* [Prompt]: Read the material below and tally how many lines hold the word "true", giving the number and nothing else.

--- Record set ---

package multcomp

import (
	"errors"
	"fmt"
	"math"

	"gonum.org/v1/gonum/mat"

	"furrow/stats/dist"
	"furrow/stats/internal/fsum"
)

// productTol is the largest deviation |ρ_ij - λ_i λ_j| accepted for the
// one-factor (product) correlation structure.
const productTol = 1e-10

// ProductFactors returns λ with corr_ij = λ_i λ_j for all i != j, the
// one-factor structure of many-to-one comparisons of independent means
// (λ_i = sqrt(n_i/(n_i + n_0)) for group sizes n_i and control size n_0),
// and whether corr has that structure to within 1e-10. Each |λ_i| must
// be below 1.
func ProductFactors(corr mat.Symmetric) ([]float64, bool) {
	m := corr.SymmetricDim()
	lam := make([]float64, m)
	if m == 1 {
		return lam, true
	}
	if m == 2 {
		r := corr.At(0, 1)
		lam[0] = math.Sqrt(math.Abs(r))
		lam[1] = math.Copysign(lam[0], r)
		return lam, lam[0] < 1
	}
	// λ_i² = ρ_ij ρ_ik / ρ_jk with the pair (j, k) of largest |ρ_jk|.
	sq := make([]float64, m)
	for i := 0; i < m; i++ {
		best, bj, bk := 0.0, -1, -1
		for j := 0; j < m; j++ {
			for k := j + 1; k < m; k++ {
				if j == i || k == i {
					continue
				}
				if v := math.Abs(corr.At(j, k)); v > best {
					best, bj, bk = v, j, k
				}
			}
		}
		if bj >= 0 {
			sq[i] = corr.At(i, bj) * corr.At(i, bk) / corr.At(bj, bk)
		}
	}
	a := 0
	for i := range sq {
		if sq[i] > sq[a] {
			a = i
		}
	}
	if sq[a] > 0 {
		lam[a] = math.Sqrt(sq[a])
		for i := range lam {
			if i != a {
				lam[i] = corr.At(a, i) / lam[a]
			}
		}
	}
	for i := 0; i < m; i++ {
		if !(math.Abs(lam[i]) < 1) {
			return lam, false
		}
		for j := i + 1; j < m; j++ {
			if math.Abs(corr.At(i, j)-lam[i]*lam[j]) > productTol {
				return lam, false
			}
		}
	}
	return lam, true
}

// maxNormal evaluates tails of the largest of X_i, or of |X_i|, for a
// normal vector with unit variances and correlations λ_i λ_j. Writing
// X_i = λ_i Z + sqrt(1-λ_i²) Y_i with independent standard normals Z, Y_i
// (Dunnett 1955 JASA 50:1096; Genz & Bretz 2009, Computation of
// Multivariate Normal and t Probabilities, §2.2.1), conditional on Z = z
// the X_i are independent, so
//
//	P(max |X_i| > x) = ∫ φ(z) [1 - Π_i (1 - e_i(x, z))] dz
//
// with e_i the conditional exceedance probability of component i; the
// bracket is evaluated as -expm1(Σ log1p(-e_i)) so that a small tail keeps
// its relative accuracy, and in log space beyond x = 30. Equal λ_i are
// grouped. The z integral uses fixed 16-point Gauss-Legendre panels on
// |z| <= sqrt(x² + 80): outside it φ alone bounds the integrand below
// 1e-17 of the tail. The panel width is dunW times the narrowest scale of
// the integrand, min(1, σ_i/|λ_i|) with σ_i = sqrt(1-λ_i²).
type maxNormal struct {
	lam, sig, mult []float64
	width, negW    float64
	q              float64
	buf            []float64
}

func newMaxNormal(lam []float64) *maxNormal {
	mn := &maxNormal{width: dunW}
	for _, l := range lam {
		found := false
		for g, gl := range mn.lam {
			if gl == l {
				mn.mult[g]++
				found = true
				break
			}
		}
		if !found {
			mn.lam = append(mn.lam, l)
			mn.mult = append(mn.mult, 1)
			s := math.Sqrt((1 - l) * (1 + l))
			mn.sig = append(mn.sig, s)
			if al := math.Abs(l); al > s {
				mn.width = math.Min(mn.width, dunW*s/al)
			}
		}
	}
	// The lower form's integrand Π Φ(·) φ(z) narrows as components are
	// added: its log curvature is up to 1 + Σ λ_i²/σ_i².
	curv := 1.0
	for g, l := range mn.lam {
		curv += mn.mult[g] * l * l / (mn.sig[g] * mn.sig[g])
	}
	mn.negW = math.Min(mn.width, dunNegW/math.Sqrt(curv))
	// P(max X_i <= x) falls like exp(-q x²/2) with q = 1ᵀR⁻¹1, which for
	// R = D + λλᵀ is Σ 1/σ_i² - (Σ λ_i/σ_i²)²/(1 + Σ λ_i²/σ_i²); the lower
	// form's z range grows with it.
	var a, b float64
	for g, l := range mn.lam {
		a += mn.mult[g] / (mn.sig[g] * mn.sig[g])
		b += mn.mult[g] * l / (mn.sig[g] * mn.sig[g])
	}
	mn.q = math.Max(1, a-b*b/curv)
	return mn
}

// logUpper returns log P(max X_i > x) (one-sided) or log P(max |X_i| > x)
// for x >= 0.
func (mn *maxNormal) logUpper(x float64, two bool) float64 {
	if x <= 0 && two {
		return 0
	}
	zmax := math.Sqrt(x*x + 80 + 2*math.Log1p(math.Abs(x)))
	n := int(math.Ceil(2 * zmax / mn.width))
	h := zmax / float64(n)
	r := gaussLegendre()
	fast := x < 30
	nx := -x
	mn.buf = mn.buf[:0]
	top := math.Inf(-1)
	var sum fsum.Sum
	for p := 0; p < n; p++ {
		c := -zmax + h*(2*float64(p)+1)
		var ps float64
		for i, t := range r.x {
			z := c + h*t
			lw := math.Log(h*r.w[i]) - 0.5*z*z - 0.5*math.Log(2*math.Pi)
			if fast {
				var lin float64
				for g, l := range mn.lam {
					lz := l * z
					is := 1 / mn.sig[g]
					e := normCDF((lz - x) * is)
					if two {
						if lo := (nx - lz) * is; lo > -38.5 {
							e += normCDF(lo)
						}
					}
					if e < 1e-9 {
						lin -= mn.mult[g] * e * (1 + 0.5*e)
					} else {
						lin += mn.mult[g] * math.Log1p(-e)
					}
				}
				ps += math.Exp(lw) * -math.Expm1(lin)
				continue
			}
			// Deep tail: 1 - Π(1 - e_i) = Σ e_i to within the e_i.
			le := math.Inf(-1)
			for g, l := range mn.lam {
				lz := l * z
				v := dist.LogNormalUpper((x - lz) / mn.sig[g])
				if two {
					v = logAddExp(v, dist.LogNormalUpper((x+lz)/mn.sig[g]))
				}
				le = logAddExp(le, math.Log(mn.mult[g])+v)
			}
			lv := lw + le
			mn.buf = append(mn.buf, lv)
			top = math.Max(top, lv)
		}
		sum.Add(ps)
	}
	if fast {
		return math.Log(sum.Value())
	}
	return logSumExp(mn.buf, top)
}

// logLowerNeg returns log P(max X_i <= x) for x < 0, in log space.
func (mn *maxNormal) logLowerNeg(x float64) float64 {
	zmax := math.Sqrt(mn.q*x*x + 80 + 2*math.Log1p(math.Abs(x)))
	n := int(math.Ceil(2 * zmax / mn.negW))
	h := zmax / float64(n)
	r := gaussLegendre()
	mn.buf = mn.buf[:0]
	top := math.Inf(-1)
	for p := 0; p < n; p++ {
		c := -zmax + h*(2*float64(p)+1)
		for i, t := range r.x {
			z := c + h*t
			lv := math.Log(h*r.w[i]) - 0.5*z*z - 0.5*math.Log(2*math.Pi)
			for g, l := range mn.lam {
				lv += mn.mult[g] * dist.LogNormalUpper((l*z-x)/mn.sig[g])
			}
			mn.buf = append(mn.buf, lv)
			top = math.Max(top, lv)
		}
	}
	return logSumExp(mn.buf, top)
}

// logAddExp returns log(e^a + e^b).
func logAddExp(a, b float64) float64 {
	if a < b {
		a, b = b, a
	}
	if math.IsInf(b, -1) {
		return a
	}
	return a + math.Log1p(math.Exp(b-a))
}

// logSumExp returns log Σ e^{v_i} given top = max v_i.
func logSumExp(v []float64, top float64) float64 {
	if math.IsInf(top, -1) {
		return top
	}
	var s fsum.Sum
	for _, x := range v {
		s.Add(math.Exp(x - top))
	}
	return top + math.Log(s.Value())
}

// maxT evaluates P(max T_i >= c) (or of |T_i|) for T_i = X_i/S, X as in
// maxNormal and S² = χ²_ν/ν independent, by mixing the normal tails over
// S (logMix). The normal tails are held in Chebyshev tables built on first
// use, so all the p-values of a family and the iterations for its critical
// value share the inner integrals.
type maxT struct {
	mn       *maxNormal
	df       float64
	two      bool
	m        float64
	up, negT *logTable
}

func newMaxT(lam []float64, df float64, two bool) *maxT {
	mn := newMaxNormal(lam)
	t := &maxT{mn: mn, df: df, two: two, m: float64(len(lam))}
	t.up = newLogTable(func(x float64) float64 { return mn.logUpper(x, two) }, quadShape(0.5))
	t.negT = newLogTable(mn.logLowerNeg, quadShape(0.5))
	return t
}

// logSingle returns log P(|X| > x) or log P(X > x) for one component.
func (t *maxT) logSingle(x float64) float64 {
	v := dist.LogNormalUpper(x)
	if t.two {
		v += math.Ln2
	}
	return v
}

// upper returns P(max T_i >= c) (one-sided) or P(max |T_i| >= c).
func (t *maxT) upper(c float64) float64 {
	return math.Exp(t.logUpper(c))
}

// logUpper returns the log of upper(c).
func (t *maxT) logUpper(c float64) float64 {
	if c <= 0 && t.two {
		return 0
	}
	if c < 0 {
		// One-sided with c < 0: 1 - P(max T_i < c), the latter small.
		var l float64
		if math.IsInf(t.df, 1) {
			l = t.mn.logLowerNeg(c)
		} else {
			sp := mixSpec{
				logT: t.negT.log,
				// Independent components give the lower bound for
				// positive correlations (Slepian 1962 Bell Syst Tech J
				// 41:463); any one component bounds it from above.
				lo: func(x float64) float64 { return t.m * dist.LogNormalUpper(-x) },
				hi: func(x float64) float64 { return dist.LogNormalUpper(-x) },
			}
			l = logMix(sp, c, t.df)
		}
		return math.Log1p(-math.Exp(l))
	}
	if c == 0 {
		return math.Log1p(-math.Exp(t.mn.logLowerNeg(0)))
	}
	if math.IsInf(t.df, 1) {
		return math.Min(0, t.mn.logUpper(c, t.two))
	}
	lm := math.Log(t.m)
	sp := mixSpec{
		logT: t.up.log,
		// The most extreme of the components exceeds c at least as often
		// as any one, and at most m times as often (union bound).
		lo: t.logSingle,
		hi: func(x float64) float64 { return math.Min(0, lm+t.logSingle(x)) },
	}
	return math.Min(0, logMix(sp, c, t.df))
}

// maxTUpperProduct returns the probability that the largest of T_i = X_i/S
// exceeds c, where X is multivariate normal with unit variances and
// correlations λ_i λ_j, and S² = χ²_ν/ν independent of X:
//
//	two-sided:  P(max |T_i| >= c)
//	one-sided:  P(max T_i >= c)
func maxTUpperProduct(c float64, lam []float64, df float64, twoSided bool) float64 {
	return newMaxT(lam, df, twoSided).upper(c)
}

// checkCorr validates a correlation matrix of the test statistics.
func checkCorr(corr mat.Symmetric) error {
	m := corr.SymmetricDim()
	if m == 0 {
		return errors.New("no comparisons")
	}
	for i := 0; i < m; i++ {
		if !(math.Abs(corr.At(i, i)-1) <= 1e-8) { // NaN fails too
			return fmt.Errorf("correlation matrix has %v on its diagonal at %d", corr.At(i, i), i)
		}
		for j := 0; j < i; j++ {
			if r := corr.At(i, j); math.IsNaN(r) || math.Abs(r) > 1 {
				return fmt.Errorf("correlation %v at (%d, %d) is outside [-1, 1]", r, i, j)
			}
		}
	}
	return nil
}

// MaxTUpper returns the probability that the most extreme of the
// multivariate-t statistics T_i (unit scale, correlation corr, df degrees
// of freedom; +Inf for normal) reaches c: P(max |T_i| >= c) for TwoSided,
// P(max T_i >= c) for Greater and P(min T_i <= -c) for Less (equal to the
// Greater value by symmetry). corr must have the one-factor structure of
// ProductFactors for the deterministic quadrature; other structures are
// computed by MaxTUpperQMC, whose result also gives the error estimate.
func MaxTUpper(c float64, corr mat.Symmetric, df float64, side Side) (float64, error) {
	if err := checkCorr(corr); err != nil {
		return math.NaN(), err
	}
	if math.IsNaN(df) || df <= 0 {
		return math.NaN(), fmt.Errorf("multivariate t needs positive degrees of freedom, got %v", df)
	}
	if math.IsNaN(c) {
		return math.NaN(), errors.New("multivariate t bound is NaN")
	}
	lam, ok := ProductFactors(corr)
	if !ok {
		r, err := MaxTUpperQMC(c, corr, df, side)
		if err != nil {
			return math.NaN(), err
		}
		return r.P, nil
	}
	return maxTUpperProduct(c, lam, df, side == TwoSided), nil
}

---

* [Result for this task]: 3